To provide more detail: Exception filters require the ability to stackwalk and search for filters and run them before actually handling the exception. WASM has no stack-walking functionality whatsoever (this also means getting and introspecting stack traces is currently impossible), so searching for filters is already a non-starter. You can try and emulate this through a normal unwind-only exception flow, but you have to rewrite all your application code to insert lots of checks and flow control changes in order to do it, and it's still observably different.

I've spent months just working on fixing this problem, and it's one of the things that wasm AOT is going to need before it can ship.

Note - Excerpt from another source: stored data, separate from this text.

/**
 * The present value of a parameter, through what it is tied to.
 * @param {TrainParameter | undefined} parameter
 * @param {TrainElement[]} train
 * @param {number} [depth]
 * @returns {number}
 */
export function valueOf(parameter, train, depth = 0) {
  const tie = parameter?.tie;
  // A circle of ties is refused by the engine; here it only has to end.
  if (!tie || depth > train.length * 5) return parameter?.value ?? 0;
  return (tie.factor ?? 1) * valueOf(train[tie.element]?.parameters?.[tie.name], train, depth + 1) + (tie.offset ?? 0);
}

/**
 * The elements in another order: `order` has their former places; ties, texts and the
 * ends of the sample follow.
 * @param {TrainWork} work
 * @param {number[]} order a place twice is a duplicate; one that is missing is gone
 * @returns {TrainWork}
 */
export function rearranged(work, order) {
  const train = order.map((from, to) => {
    const element = /** @type {TrainElement} */ (work.train[from]);
    if (!element.parameters) return element;
    const isCopy = order.indexOf(from) !== to;
    const parameters = Object.entries(element.parameters).map(([name, parameter]) => {
      const { tie, ...rest } = parameter;
      if (!tie) return [name, parameter];
      // A tie within an element stays within its copy.
      const place = isCopy && tie.element === from ? to : order.indexOf(tie.element);
      return [name, place < 0 ? { ...rest, value: valueOf(parameter, work.train) } : { ...rest, tie: { ...tie, element: place } }];
    });
    return { ...element, parameters: Object.fromEntries(parameters) };
  });
  /** @type {{ [field: string]: string }} */
  const typed = {};
  for (const [field, text] of Object.entries(work.typed)) {
    const [place = "", ...rest] = field.split(".");
    if (place === "source") typed[field] = text;
    else if (order.includes(Number(place))) typed[[order.indexOf(Number(place)), ...rest].join(".")] = text;
  }
  return { ...work, train, typed, before: shortened(work.before, train.length), behind: shortened(work.behind, train.length) };
}
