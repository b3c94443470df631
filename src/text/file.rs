//! Files: what their bytes say, as text or as an array.

use super::{MatricesRead, ReadOptions, npy, parse_matrices};
use crate::error::{Error, Note, Result, Severity};

/// Reads every 4×4 matrix of a file: text in UTF-8, UTF-16 or Windows-1252, or an array
/// that NumPy saved.
///
/// # Errors
/// As [`parse_matrices`]; for arrays `bad-file`, `form-not-read`, `too-large`.
pub fn parse_file(bytes: &[u8], options: &ReadOptions) -> Result<MatricesRead> {
    if bytes.starts_with(npy::MAGIC) {
        return npy::parse(bytes, options);
    }
    let (text, note) = decode(bytes)?;
    let mut read = parse_matrices(&text, options)?;
    read.notes.extend(note);
    Ok(read)
}

/// The text of a file, and what to know about how it was found.
///
/// # Errors
/// `form-not-read` for what is no text.
pub fn decode(bytes: &[u8]) -> Result<(String, Option<Note>)> {
    let (text, encoding) = match bytes {
        [0xff, 0xfe, rest @ ..] => (utf16(rest, u16::from_le_bytes), "UTF-16"),
        [0xfe, 0xff, rest @ ..] => (utf16(rest, u16::from_be_bytes), "UTF-16"),
        [_, 0, _, 0, ..] => (utf16(bytes, u16::from_le_bytes), "UTF-16"),
        [0, _, 0, _, ..] => (utf16(bytes, u16::from_be_bytes), "UTF-16"),
        _ => match std::str::from_utf8(bytes) {
            Ok(text) => return plain(text.to_owned(), None),
            Err(_) => (
                Some(bytes.iter().map(|&byte| windows_1252(byte)).collect()),
                "Windows-1252",
            ),
        },
    };
    let text =
        text.ok_or_else(|| Error::new("form-not-read", "This file is not text that can be read."))?;
    let note = Note {
        severity: Severity::Information,
        code: "encoding",
        message: format!("The file was read as {encoding}."),
        at: None,
    };
    plain(text, Some(note))
}

/// Files of other programs hold characters that no text has.
fn plain(text: String, note: Option<Note>) -> Result<(String, Option<Note>)> {
    let strange = text
        .chars()
        .take(4096)
        .any(|c| c.is_control() && !matches!(c, '\t' | '\n' | '\r' | '\u{b}' | '\u{c}'));
    if strange {
        return Err(Error::new(
            "form-not-read",
            "This is a binary file and not text. Text, CSV and NumPy's .npy files are read; other programs can export one of these.",
        ));
    }
    Ok((text, note))
}

fn utf16(bytes: &[u8], word: fn([u8; 2]) -> u16) -> Option<String> {
    let words: Vec<u16> = bytes
        .chunks_exact(2)
        .map(|pair| word([pair[0], pair[1]]))
        .collect();
    (bytes.len().is_multiple_of(2)).then(|| String::from_utf16(&words).ok())?
}

/// Latin-1, but for signs and quotes where that has control characters (WHATWG
/// Encoding Standard, index windows-1252).
fn windows_1252(byte: u8) -> char {
    const SIGNS: [char; 32] = [
        '\u{20ac}', '\u{81}', '\u{201a}', '\u{192}', '\u{201e}', '\u{2026}', '\u{2020}',
        '\u{2021}', '\u{2c6}', '\u{2030}', '\u{160}', '\u{2039}', '\u{152}', '\u{8d}', '\u{17d}',
        '\u{8f}', '\u{90}', '\u{2018}', '\u{2019}', '\u{201c}', '\u{201d}', '\u{2022}', '\u{2013}',
        '\u{2014}', '\u{2dc}', '\u{2122}', '\u{161}', '\u{203a}', '\u{153}', '\u{9d}', '\u{17e}',
        '\u{178}',
    ];
    match byte {
        0x80..=0x9f => SIGNS[usize::from(byte - 0x80)],
        _ => char::from(byte),
    }
}
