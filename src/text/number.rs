use crate::error::Error;

/// What separates whole from fraction.
#[derive(Debug, Clone, Copy, PartialEq, Eq)]
pub enum DecimalMark {
    /// `0.5`
    Point,
    /// `0,5`
    Comma,
}

impl DecimalMark {
    /// The character.
    #[must_use]
    pub fn char(self) -> char {
        match self {
            Self::Point => '.',
            Self::Comma => ',',
        }
    }

    /// The character that may group thousands beside it.
    pub(super) fn grouping(self) -> char {
        match self {
            Self::Point => ',',
            Self::Comma => '.',
        }
    }
}

/// A number as printed.
#[derive(Debug, Clone, Copy, PartialEq)]
pub struct PrintedNumber {
    /// The nearest double.
    pub value: f64,
    /// The last printed digit stands for `10^-decimals`.
    pub decimals: i32,
    /// Whether it was written with an exponent.
    pub has_exponent: bool,
    /// Whether it is not zero as printed but as a double.
    pub underflows: bool,
}

/// Why a token is no number.
#[derive(Debug, Clone, PartialEq, Eq)]
pub struct NumberProblem {
    /// Stable.
    pub code: &'static str,
    /// What follows "'0,5.2' " in a sentence.
    pub what: &'static str,
}

impl NumberProblem {
    pub(super) const NOT_A_NUMBER: Self = Self {
        code: "bad-number",
        what: "is not a number",
    };

    /// As an error about `token`.
    pub(super) fn error(&self, token: &str) -> Error {
        let shown: String = token.chars().take(24).collect();
        let more = if token.chars().count() > 24 {
            "…"
        } else {
            ""
        };
        Error::new(self.code, format!("'{shown}{more}' {}.", self.what))
    }
}

/// Reads one number: sign, digits, decimal mark, exponent with e or E. The value is
/// the double nearest to what is written. `grouped` also takes thousands in threes,
/// such as `1,234.5` beside a decimal point.
///
/// # Errors
/// What is wrong with it. Hexadecimal, `1_000`, complex, infinite numbers and words
/// are refused.
pub fn parse_number(
    token: &str,
    decimal: DecimalMark,
    grouped: bool,
) -> Result<PrintedNumber, NumberProblem> {
    let mut plain = String::with_capacity(token.len());
    let mut rest = token;
    if let Some(unsigned) = rest.strip_prefix(['-', '+']) {
        if token.starts_with('-') {
            plain.push('-');
        }
        rest = unsigned;
    }
    let (mantissa, exponent) = match rest.find(['e', 'E']) {
        Some(at) => (&rest[..at], Some(&rest[at + 1..])),
        None => (rest, None),
    };
    let (whole, fraction) = match mantissa.split_once(decimal.char()) {
        Some((whole, fraction)) => (whole, fraction),
        None => (mantissa, ""),
    };
    let whole = if grouped && whole.contains(decimal.grouping()) {
        ungrouped(whole, decimal.grouping()).ok_or_else(|| problem(token, decimal))?
    } else {
        whole.to_owned()
    };
    let digits = |text: &str| text.bytes().all(|byte| byte.is_ascii_digit());
    if !digits(&whole) || !digits(fraction) || whole.len() + fraction.len() == 0 {
        return Err(problem(token, decimal));
    }
    plain.push_str(if whole.is_empty() { "0" } else { &whole });
    plain.push('.');
    plain.push_str(if fraction.is_empty() { "0" } else { fraction });
    let mut power = 0_i32;
    if let Some(exponent) = exponent {
        let magnitude = exponent.strip_prefix(['-', '+']).unwrap_or(exponent);
        if magnitude.is_empty() || !digits(magnitude) {
            return Err(problem(token, decimal));
        }
        plain.push('e');
        plain.push_str(exponent);
        // Beyond this every double is zero or infinite.
        power = exponent.parse().unwrap_or(if exponent.starts_with('-') {
            -99_999
        } else {
            99_999
        });
    }
    let value: f64 = plain.parse().map_err(|_| problem(token, decimal))?;
    if !value.is_finite() {
        return Err(NumberProblem {
            code: "number-too-large",
            what: "is larger than a double can hold",
        });
    }
    let nonzero = whole
        .bytes()
        .chain(fraction.bytes())
        .any(|digit| digit != b'0');
    Ok(PrintedNumber {
        value,
        decimals: i32::try_from(fraction.len())
            .unwrap_or(i32::MAX / 2)
            .saturating_sub(power),
        has_exponent: exponent.is_some(),
        underflows: value == 0.0 && nonzero,
    })
}

/// `1,234,567` without its marks. A group never begins with a zero alone: `0,123` is
/// not a grouped number.
fn ungrouped(whole: &str, mark: char) -> Option<String> {
    let mut groups = whole.split(mark);
    let first = groups.next()?;
    let good_first = (1..=3).contains(&first.len()) && !first.starts_with('0');
    (good_first && groups.all(|group| group.len() == 3)).then(|| whole.replace(mark, ""))
}

fn problem(token: &str, decimal: DecimalMark) -> NumberProblem {
    let lower = token.trim_start_matches(['-', '+']).to_ascii_lowercase();
    let marks = token.chars().filter(|&c| c == '.' || c == ',').count();
    let begins_like_a_number = lower.starts_with(|c: char| c.is_ascii_digit() || c == '.');
    let (code, what) = if token.is_empty() {
        ("empty-cell", "is empty")
    } else if matches!(
        lower.as_str(),
        "nan" | "inf" | "infinity" | "none" | "null" | "na" | "n/a"
    ) {
        ("not-finite", "is not a finite number")
    } else if lower.starts_with("0x") {
        ("bad-number", "is hexadecimal")
    } else if begins_like_a_number && lower.contains('_') {
        ("bad-number", "has an underscore")
    } else if begins_like_a_number && lower.ends_with(['i', 'j']) {
        (
            "complex-number",
            "is complex, and Mueller elements are real",
        )
    } else if begins_like_a_number && (lower.contains('\u{b1}') || lower.contains('(')) {
        (
            "bad-number",
            "carries an uncertainty, which this version does not read: paste the values, and state the noise beside them",
        )
    } else if begins_like_a_number && marks > 1 {
        ("bad-number", "has two decimal marks")
    } else if begins_like_a_number && marks == 1 && !token.contains(decimal.char()) {
        (
            "bad-number",
            match decimal {
                DecimalMark::Point => "has a decimal comma among decimal points",
                DecimalMark::Comma => "has a decimal point among decimal commas",
            },
        )
    } else if begins_like_a_number && lower.contains('d') {
        ("bad-number", "has an exponent with D: write E")
    } else {
        ("bad-number", "is not a number")
    };
    NumberProblem { code, what }
}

WASM is a generally weak target platform. A great 1.0, to be sure, but unless your goal is to run posix C code you're going to hit snags. When we were designing WebAssembly to begin with it was an intentional decision for 1.0 to be limited in feature set with the goal of improving it later - a Minimum Viable Product.

1 comments

Sorry for any confusion caused on my part - my gripe wasn't with compilation to WASM, but about AOT to native bytecode.
Exception filters are also a problem for AOT to non-WASM LLVM targets, for similar reasons - expressing complex exception handling and flow control in LLVM is very difficult. But the situation is better there, at least.